Vencedor das eleições, ao derrotar o petista Luiz Inácio Lula da Silva, no segundo turno, o ex-governador de Alagoas assume e toma as primeiras medidas na contramão do que tinha prometido na campanha, como o confisco da poupança, parte do plano de combate à inflação. Entre as decisões, manda 582 servidores da Sudene para casa, em disponibilidade, recebendo 50% do salário. “É revitalizando a nossa Sudene, fazendo com que se torne um instrumento de ponta do nosso desenvolvimento (...) que nós estaremos trilhando ou iniciando o trilhamento do caminho da nossa redenção”, aponta a direção.
No discurso de despedida da Sudene, Collor – que em manifestações anteriores à imprensa denunciava a a corrupção nos órgãos do poder público – também antevê um quadro de bem-estar social no futuro, a partir de novas concepções e políticas de governo: “Nós queremos, sim, o bem-estar social. E só se consegue, só se alcança se tivermos uma política econômica coerente, uma política industrial, uma política agrícola, políticas essas que se entrelacem dentro deste objetivo de crescer, hoje, no mínimo, 7% ao ano (...) Nós precisamos, rigorosamente, repensar este País”, exalta aos conselheiros.

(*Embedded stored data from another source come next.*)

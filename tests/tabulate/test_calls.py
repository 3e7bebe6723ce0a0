"""What energies, weights and observables may return, and that functions made for numbers serve batches too."""

import math
from fractions import Fraction

import numpy as np
import pytest

from tests.refusal import refused
from tmsolve import DeclarationError, SolveError, StateSet, bond, ising, site, spins, weight
from tmsolve.tabulate.calling import number_table


def table(term, batch=1, **values):
    return number_table(term, [ising()] * len(term.places), values, batch)


def plain_sum(s, J, K):
    return float(np.sum([J * s, K]))


@pytest.mark.parametrize(
    "function",
    [
        lambda s, J, K: J * s if J > 0 else K,
        lambda s, J, K: max(J, K) * s,
        lambda s, J, K: math.exp(J) * s + K,
        lambda s, J, K: math.hypot(J, K) + 0 * s,
        lambda s, J, K: {1.0: 5, 2.0: 7}.get(J, K) * s,
        lambda s, J, K: J if J.is_integer() else K,
        lambda s, J, K: np.sum([J * s, K]),
        lambda s, J, K: np.max([J, K]) * s,
        lambda s, J, K: np.linalg.norm([J, K]) * s,
        lambda s, J, K: np.array([J * s + K]),
        lambda s, J, K: [K, J][s > 0] if J != 2 else math.inf,
        lambda s, J, K: sorted([J, K])[0] * s,
        lambda s, J, K: np.where(J > 0, J, K) * s,
        lambda s, J, K: 3,
        lambda s, J, K: s,
        plain_sum,
    ],
)
def test_a_batch_is_what_the_function_says_point_by_point(function):
    J, K = np.array([-1.0, 2.0, 0.25, 7.0]), np.array([0.5, -3.0, 1.0, 1.0])
    got = table(site(function), 4, J=J, K=K)
    expected = [
        [float(np.squeeze(function(s, float(j), float(k)))) for j, k in zip(J, K, strict=True)] for s in (-1, 1)
    ]
    assert np.broadcast_to(got, (2, 4)).tolist() == pytest.approx(np.array(expected))


def test_a_constant_term_stays_one_column():
    assert table(site(lambda s, J: 2 * s), 5, J=np.arange(5.0)).shape == (2, 1)
    assert table(bond(lambda s, t, J: J * s), 5, J=np.arange(5.0)).shape == (2, 2, 5)
    assert table(bond(lambda s, t, J: J * s), 1, J=0.5).tolist() == [[[-0.5], [-0.5]], [[0.5], [0.5]]]


def test_states_arrive_as_ints_and_floats():
    seen = []
    number_table(site(lambda s: seen.append(s) or 0), [StateSet([1, 0.5, "a", (2, 0.25)])], {}, 1)
    assert [(type(s), s) for s in seen[:3]] == [(int, 1), (float, 0.5), (str, "a")]
    assert seen[3] == (2, 0.25) and type(seen[3][1]) is float


@pytest.mark.parametrize("value", [np.float32(0.5), np.int64(2), Fraction(1, 2), np.array(0.5), np.array([0.5]), 2])
def test_anything_that_is_a_real_number_serves(value):
    assert table(site(lambda s: value)).ravel().tolist() == [float(np.squeeze(np.asarray(value, dtype=float)))] * 2


def no_return(s, h):
    h * s


def fails_for_up(s, h):
    if s > 0:
        raise KeyError("no such state")
    return h


@pytest.mark.parametrize(
    ("function", "error", "fragments"),
    [
        (lambda s, h: s == 1, DeclarationError, ("(-1, h=0.5) returned the bool False", "delta(s, t)")),
        (lambda s, h: np.float64(s) == 1, DeclarationError, ("returned the bool",)),
        (lambda s, h: np.array([h]) > 1, DeclarationError, ("returned the bool",)),
        (no_return, DeclarationError, ("no_return(-1, h=0.5) returned None", "lack a return")),
        (lambda s, h: "low", DeclarationError, ("(-1, h=0.5) returned 'low'", "an energy is a real number")),
        (lambda s, h: b"3", DeclarationError, ("returned b'3'",)),
        (lambda s, h: 1j * h, DeclarationError, ("(-1, h=0.5) returned 0.5j", "real number")),
        (lambda s, h: np.array([1j]), DeclarationError, ("returned array([0.+1.j])",)),
        (lambda s, h: [h], DeclarationError, ("returned [0.5]", "real number")),
        (lambda s, h: {h}, DeclarationError, ("returned {0.5}",)),
        (lambda s, h: site, DeclarationError, ("returned <function site", "real number")),
        (lambda s, h: np.array([h, h, h]), DeclarationError, ("array of shape (3,)", "one number per point")),
        (lambda s, h: np.ones((2, 2)), DeclarationError, ("array of shape (2, 2)", "elementwise")),
        (lambda s, h: math.inf * 0, SolveError, ("(-1, h=0.5) returned NaN", "math.inf outright", "inf*0")),
        (lambda s, h: np.log(-h), SolveError, ("returned NaN",)),
        (lambda s, h: -math.inf, SolveError, ("returned −inf", "no Boltzmann factor", "math.inf forbids")),
        (fails_for_up, SolveError, ("fails_for_up(1, h=0.5) raised KeyError: 'no such state'", "mend the function")),
        (lambda s, h: 1 / (s + 1), SolveError, ("(-1, h=0.5) raised ZeroDivisionError",)),
        (lambda s, h: math.exp(1e4 * h), SolveError, ("(-1, h=0.5) raised OverflowError",)),
        (lambda s, h: h.missing, SolveError, ("raised AttributeError", "missing")),
        (lambda s, h: 10**400, SolveError, ("returned a number larger than 1e250", "a larger unit")),
        (lambda s, h: -1e300 * h, SolveError, ("(-1, h=0.5) returned a number larger than 1e250",)),
        (lambda s, h: math.log(s), SolveError, ("(-1, h=0.5) raised ValueError",)),
    ],
)
def test_energies_refused(function, error, fragments):
    refused(error, lambda: table(site(function), h=0.5), *fragments)


@pytest.mark.parametrize(
    ("function", "fragments"),
    [
        (lambda s, h: h / 0 if h > 1 else h, ("(-1, h=2) raised ZeroDivisionError",)),
        (lambda s, h: np.log(1.5 - h), ("(-1, h=2) returned NaN",)),
        (lambda s, h: -1 / (h - 1) ** 2, ("(-1, h=1) raised ZeroDivisionError",)),
    ],
)
def test_a_fault_at_one_point_of_a_batch_names_that_point(function, fragments):
    refused(SolveError, lambda: table(site(function), 3, h=np.array([0.5, 1.0, 2.0])), *fragments)


@pytest.mark.parametrize(
    ("term", "values", "fragments"),
    [
        (weight(lambda s, w: w, 0), {"w": -1.0}, ("(-1, w=-1) returned -1.0", "a weight is a finite number >= 0")),
        (weight(lambda s, w: w, 0), {"w": math.inf}, ("returned inf", "a weight is a finite number >= 0")),
        (weight(lambda s, w: w, 0), {"w": np.array([1.0, 2.0, -3.0])}, ("returned -3.0", "a finite number >= 0")),
        (site(lambda s: math.inf).as_role("observable"), {}, ("infinite value", "an observable is finite")),
        (site(lambda s: -math.inf).as_role("observable"), {}, ("infinite value", "an observable is finite")),
        (site(lambda s: math.nan).as_role("observable"), {}, ("returned NaN",)),
    ],
)
def test_weights_and_observables_refused(term, values, fragments):
    refused(SolveError, lambda: table(term, 3, **values), *fragments)


def test_an_error_of_the_library_passes_through():
    refused(DeclarationError, lambda: table(site(lambda s: spins(s - 1))), "spins(S) takes", "got -2")


def test_ufuncs_are_functions_of_states():
    two = table(bond(np.hypot))[..., 0]
    assert two == pytest.approx(np.full((2, 2), math.sqrt(2)), rel=1e-15)
    assert table(site(np.vectorize(lambda s, h: -h * s)), h=0.5).ravel().tolist() == [0.5, -0.5]


@pytest.mark.parametrize(
    ("function", "error", "fragments"),
    [
        (lambda s, t, J: -J * np.multiply(s, t), DeclarationError, ("shape (2,)", "s[0], s[1]", "np.dot(s, t)")),
        (lambda s, t, J: -J * s * t, SolveError, ("TypeError", "mend the function", "are tuples: take s[0]")),
        (lambda s, t, J: s + t, DeclarationError, ("a real number; states of several", "np.dot(s, t)")),
    ],
)
def test_states_of_several_components_are_explained(function, error, fragments):
    states = [StateSet([(1, 0), (0, 1)])] * 2
    refused(error, lambda: number_table(bond(function), states, {"J": 0.5}, 1), *fragments)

Ufanista, Collor prevê uma Região forte e livre da subalternidade na política: “O Nordeste não quer tratamento de primo pobre da Federação. O Nordeste não aceita e não quer esmolas. O Nordeste não mendiga (...). O Nordeste vai mostrar, nos próximos anos, que é uma Região viável, no momento em que nos desprendermos dos grilhões da subalternidade política, do clientelismo político, do paternalismo e de todas as outras formas de opressões (...)”.